**Your objective:** Scan the lines below for the string "StageSpec" and copy every one that has it.

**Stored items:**
◆ ◆ ◆ ◆ ◆ ◆ ◆

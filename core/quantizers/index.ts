// One entry point for every quantizer the core knows.
import { aLaw, muLaw } from '../laws/index';
import { formatStage } from '../spec/format';
import { parseStage } from '../spec/parse';
import type { StageSpec } from '../spec/types';
import { CompandedQuantizer } from './companded';
import { createG711AQuantizer, createG711MuQuantizer } from './g711';
import { edgesToDbov } from './segments';
import { TableQuantizer } from './table';
import type { Quantizer } from './types';
import { UniformQuantizer } from './uniform';

/** Build a quantizer from a stage specification (or its text form, e.g. `mu:255:8`). */
export function createQuantizer(config: StageSpec | string): Quantizer {
  const stage = typeof config === 'string' ? parseStage(config) : config;
  const label = formatStage(stage);
  switch (stage.law) {
    case 'g711-mu':
      return createG711MuQuantizer({ zeroSuppression: stage.zeroSuppression === true });
    case 'g711-a':
      return createG711AQuantizer();
    case 'uniform':
      return new UniformQuantizer(stage, label);
    case 'mu':
      return new CompandedQuantizer(muLaw(stage.mu), stage, label);
    case 'a':
      return new CompandedQuantizer(aLaw(stage.a), stage, label);
    case 'table':
      return new TableQuantizer(stage, label);
  }
}

/** Segment edges in dBov for plotting (the first edge, 0, is -Infinity). */
export function segmentEdgesDbov(q: Quantizer): Float64Array {
  return edgesToDbov(q.segmentEdges, q.overloadPoint);
}

export type { Quantizer, QuantizerTable, QuantizedSample, QuantizerKind } from './types';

◆ ◆ ◆ ◆ ◆ ◆ ◆

**Answer for this exercise:**
import type { StageSpec } from '../spec/types';
export function createQuantizer(config: StageSpec | string): Quantizer {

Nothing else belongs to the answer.